This is a different ball-game. There is the added dimension of prematurity as a problem to contend with. The outlook for the pregnancy will therefore be heavily dependent on the gestation, i.e. the degree of prematurity.

It is important to be aware that once waters break, four out of five pregnancies (80%) will conclude within a week, whatever measures are instituted. In cases where the membranes rupture before twenty-six weeks of gestation, the outlook is challenging. For the 20% where pregnancy continues successfully, there are still other problems which might plague the mother and baby. These are discussed below.

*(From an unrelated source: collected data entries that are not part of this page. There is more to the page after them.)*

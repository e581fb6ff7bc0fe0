package store

import (
	"context"
	"encoding/json"
	"time"

	"github.com/jackc/pgx/v5"

	"github.com/rotorwright/rotorwright/fleet"
)

// Bundle reads everything an airframe's records bundle holds from one
// consistent snapshot, row by row: callers stream each row out as it comes,
// so memory stays flat however many flights the airframe has.
type Bundle struct {
	tx         pgx.Tx
	AirframeID string
}

// ReadBundle runs fn over a read-only snapshot of the airframe's records.
func (db *DB) ReadBundle(ctx context.Context, airframeID string, fn func(*Bundle) error) error {
	tx, err := db.pool.BeginTx(ctx, pgx.TxOptions{IsoLevel: pgx.RepeatableRead, AccessMode: pgx.ReadOnly})
	if err != nil {
		return translate(err)
	}
	defer tx.Rollback(ctx)
	if err := fn(&Bundle{tx: tx, AirframeID: airframeID}); err != nil {
		return translate(err)
	}
	return translate(tx.Commit(ctx))
}

// each runs a query and scans every row with fn, one at a time.
func each(ctx context.Context, tx pgx.Tx, sql string, args []any, fn func(pgx.Rows) error) error {
	rows, err := tx.Query(ctx, sql, args...)
	if err != nil {
		return err
	}
	defer rows.Close()
	for rows.Next() {
		if err := fn(rows); err != nil {
			return err
		}
	}
	return rows.Err()
}

// Airframe returns the airframe.
func (b *Bundle) Airframe(ctx context.Context) (*fleet.Airframe, error) {
	a, err := scanAirframe(b.tx.QueryRow(ctx, `SELECT `+airframeCols+` FROM airframes WHERE id = $1`, b.AirframeID))
	if err != nil {
		return nil, translateNotFound(err, "airframe")
	}
	return a, nil
}

// AuditHead is the hash of the audit log's last row when the snapshot was taken.
func (b *Bundle) AuditHead(ctx context.Context) (string, error) {
	var h *string
	err := b.tx.QueryRow(ctx, `SELECT encode(hash, 'hex') FROM audit_log ORDER BY id DESC LIMIT 1`).Scan(&h)
	if err == pgx.ErrNoRows || h == nil {
		return "", nil
	}
	return *h, err
}

// BundlePart is a part ever fitted to the airframe, with all its fits (on
// any airframe) and its software history.
type BundlePart struct {
	*fleet.Part
	Fits     []fleet.Fit          `json:"fits"`
	Software []fleet.SoftwareSpan `json:"software_history"`
}

const everFitted = `SELECT DISTINCT part_id FROM fits WHERE airframe_id = $1`

// Parts streams every part ever fitted to the airframe.
func (b *Bundle) Parts(ctx context.Context, fn func(*BundlePart) error) error {
	return each(ctx, b.tx, `
		SELECT `+partCols+`,
			(SELECT coalesce(json_agg(json_build_object('id', f.id, 'part_id', f.part_id, 'airframe_id', f.airframe_id,
				'kind', f.kind, 'position', f.position, 'fitted_at', lower(f.during), 'removed_at', upper(f.during),
				'removal_reason', f.removal_reason) ORDER BY lower(f.during)), '[]') FROM fits f WHERE f.part_id = parts.id),
			(SELECT coalesce(json_agg(json_build_object('version', s.version, 'from', lower(s.during), 'to', upper(s.during),
				'work_record_id', s.work_record_id) ORDER BY lower(s.during) NULLS FIRST), '[]') FROM part_software s WHERE s.part_id = parts.id)
		FROM parts WHERE id IN (`+everFitted+`) ORDER BY kind, serial`, []any{b.AirframeID}, func(r pgx.Rows) error {
		var p fleet.Part
		var fits, sw []byte
		if err := r.Scan(&p.ID, &p.Kind, &p.Serial, &p.PartNumber, &p.Lot, &p.Maker, &p.AcquiredOn, &p.MassG,
			&p.Status, &p.RetiredReason, &p.Specs, &p.SoftwareVersion, &p.Notes, &p.Version, &p.CreatedAt, &p.UpdatedAt,
			&fits, &sw); err != nil {
			return err
		}
		bp := &BundlePart{Part: &p}
		if err := json.Unmarshal(fits, &bp.Fits); err != nil {
			return err
		}
		if err := json.Unmarshal(sw, &bp.Software); err != nil {
			return err
		}
		return fn(bp)
	})
}

// BundleFlight is a flight with its packs, log facts and figures.
type BundleFlight struct {
	*fleet.Flight
	LogSamples *int            `json:"log_samples"`
	Metrics    json.RawMessage `json:"metrics"`
}

// Flights streams the airframe's flights in take-off order.
func (b *Bundle) Flights(ctx context.Context, fn func(*BundleFlight) error) error {
	return each(ctx, b.tx, `
		SELECT `+prefixed("f.", flightCols)+`,
			(SELECT coalesce(json_agg(json_build_object('part_id', fp.part_id, 'serial', p.serial, 'part_number', p.part_number,
				'lot', p.lot, 'slot', fp.slot) ORDER BY fp.slot), '[]') FROM flight_packs fp JOIN parts p ON p.id = fp.part_id
				WHERE fp.flight_id = f.id),
			l.samples, coalesce(m.metrics, 'null'::jsonb)
		FROM flights f LEFT JOIN flight_logs l ON l.flight_id = f.id LEFT JOIN flight_metrics m ON m.flight_id = f.id
		WHERE f.airframe_id = $1 ORDER BY f.takeoff_at`, []any{b.AirframeID}, func(r pgx.Rows) error {
		var packs []byte
		bf := &BundleFlight{}
		f, err := scanFlightWith(r, &packs, &bf.LogSamples, &bf.Metrics)
		if err != nil {
			return err
		}
		bf.Flight = f
		if err := json.Unmarshal(packs, &f.Packs); err != nil {
			return err
		}
		return fn(bf)
	})
}

// Logs streams the airframe's stored raw logs (gzip), in take-off order.
func (b *Bundle) Logs(ctx context.Context, fn func(flightID string, takeoff time.Time, gz []byte) error) error {
	return each(ctx, b.tx, `
		SELECT f.id, f.takeoff_at, l.raw_gz FROM flights f JOIN flight_logs l ON l.flight_id = f.id
		WHERE f.airframe_id = $1 ORDER BY f.takeoff_at`, []any{b.AirframeID}, func(r pgx.Rows) error {
		var id string
		var at time.Time
		var gz []byte
		if err := r.Scan(&id, &at, &gz); err != nil {
			return err
		}
		return fn(id, at, gz)
	})
}

// WorkRecords streams the work records on the airframe or on any part ever
// fitted to it, in time order.
func (b *Bundle) WorkRecords(ctx context.Context, fn func(*fleet.WorkRecord) error) error {
	return each(ctx, b.tx, `
		SELECT `+workCols+` FROM work_records
		WHERE airframe_id = $1 OR part_id IN (`+everFitted+`) ORDER BY at, id`, []any{b.AirframeID}, func(r pgx.Rows) error {
		w, err := scanWork(r)
		if err != nil {
			return err
		}
		return fn(w)
	})
}

// Events streams the events on the airframe, its flights or any part ever
// fitted to it.
func (b *Bundle) Events(ctx context.Context, fn func(*fleet.Event) error) error {
	return each(ctx, b.tx, `
		SELECT `+eventCols+` FROM events
		WHERE airframe_id = $1 OR part_id IN (`+everFitted+`)
		   OR flight_id IN (SELECT id FROM flights WHERE airframe_id = $1) ORDER BY at, id`, []any{b.AirframeID},
		func(r pgx.Rows) error {
			e, err := scanEvent(r)
			if err != nil {
				return err
			}
			return fn(e)
		})
}

// Discrepancies streams the discrepancies on the airframe or its parts.
func (b *Bundle) Discrepancies(ctx context.Context, fn func(*fleet.Discrepancy) error) error {
	return each(ctx, b.tx, `
		SELECT `+discrepancyCols+` FROM discrepancies
		WHERE airframe_id = $1 OR part_id IN (`+everFitted+`) ORDER BY found_at, id`, []any{b.AirframeID},
		func(r pgx.Rows) error {
			d, err := scanDiscrepancy(r)
			if err != nil {
				return err
			}
			return fn(d)
		})
}

// Audit streams the audit rows of the bundle's entities, in chain order.
func (b *Bundle) Audit(ctx context.Context, fn func(*AuditEntry) error) error {
	return each(ctx, b.tx, `
		WITH p AS (`+everFitted+`)
		SELECT id, at, actor, actor_name, request_id, client_request_id, method, route, entity, entity_id, before, after,
			encode(prev_hash, 'hex'), encode(hash, 'hex')
		FROM audit_log a
		WHERE (a.entity = 'airframe' AND a.entity_id = $1::text)
		   OR (a.entity = 'part' AND a.entity_id IN (SELECT part_id::text FROM p))
		   OR (a.entity = 'fit' AND a.entity_id IN (SELECT id::text FROM fits WHERE part_id IN (SELECT part_id FROM p)))
		   OR (a.entity IN ('flight', 'flight_analysis') AND a.entity_id IN (SELECT id::text FROM flights WHERE airframe_id = $1))
		   OR (a.entity = 'event' AND a.entity_id IN (SELECT id::text FROM events WHERE airframe_id = $1
		        OR part_id IN (SELECT part_id FROM p) OR flight_id IN (SELECT id FROM flights WHERE airframe_id = $1)))
		   OR (a.entity = 'work_record' AND a.entity_id IN (SELECT id::text FROM work_records WHERE airframe_id = $1
		        OR part_id IN (SELECT part_id FROM p)))
		   OR (a.entity = 'discrepancy' AND a.entity_id IN (SELECT id::text FROM discrepancies WHERE airframe_id = $1
		        OR part_id IN (SELECT part_id FROM p)))
		   OR (a.entity = 'notice_decision' AND split_part(a.entity_id, '/', 2) IN (SELECT part_id::text FROM p UNION SELECT $1::text))
		ORDER BY a.id`, []any{b.AirframeID}, func(r pgx.Rows) error {
		var e AuditEntry
		if err := r.Scan(&e.ID, &e.At, &e.Actor, &e.ActorName, &e.RequestID, &e.ClientRequestID, &e.Method, &e.Route, &e.Entity, &e.EntityID,
			&e.Before, &e.After, &e.PrevHash, &e.Hash); err != nil {
			return err
		}
		return fn(&e)
	})
}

How the mother and baby are affected by PPROM

If the pregnancy continues after preterm pre-labour rupture of membranes (PROM), what are the potential risks to the mother?

For the mother, the feared complication is infection, a condition called "chorioamnionitis". It simply means "inflammation of the membranes". This is a potentially serious problem and can even lead to septicaemia (infection of the blood).

It is estimated to affect up to a third of all pregnancies with prolonged rupture of membranes, the vast majority of cases being only mild and treated in time.

It is now an accepted practise to start any mother confirmed to have pre-term pre-labour rupture of membranes on a course of antibiotics. Erythromycin is the antibiotic normally used unless the person is allergic to it. In such a case, a substitute safe antibiotic will be used. The aim is to minimise the risk of infection. Studies have shown that this strategy is very effective in this regard.

Preterm rupture of membranes also increases the chance of a caesarean delivery.

We should not forget that this complication of pregnancy is managed wholly in hospital and the prolonged hospitalization, sometimes lasting several weeks, could be severely disruptive on the home front.

How is the baby affected by preterm rupture of membranes?

This depends on the extent or degree of prematurity. Again, remember, once the waters break, delivery will occur within a week in 80 per cent of cases. If the rupture occurs as early as around twenty-four weeks, one is facing a spectre of delivering a tiny baby with hardly any lung development. The outlook is then very poor indeed, unless the pregnancy can be prolonged for several weeks. Even when this is achieved, it is not all light and sunshine.

These babies face multiple problems as a result of developing in the womb where there is no water. If the rupture occurred very early, lung development - which is dependent on the presence of adequate fluid - will be severely impaired.

This may be a difficult problem to overcome even after delivery- and the baby may face a battle to survive.

Other problems caused by lack of fluid in the womb include limb deformities. These are positional and correctable.

There may also be facial deformities (usually mild) and growth restriction. In any case of prolonged rupture of membranes, there is the ever-present risk of infection, which will normally force delivery. Once infection is detected, there is no option but to deliver the baby.

Can anything be done about the feared poor lung development?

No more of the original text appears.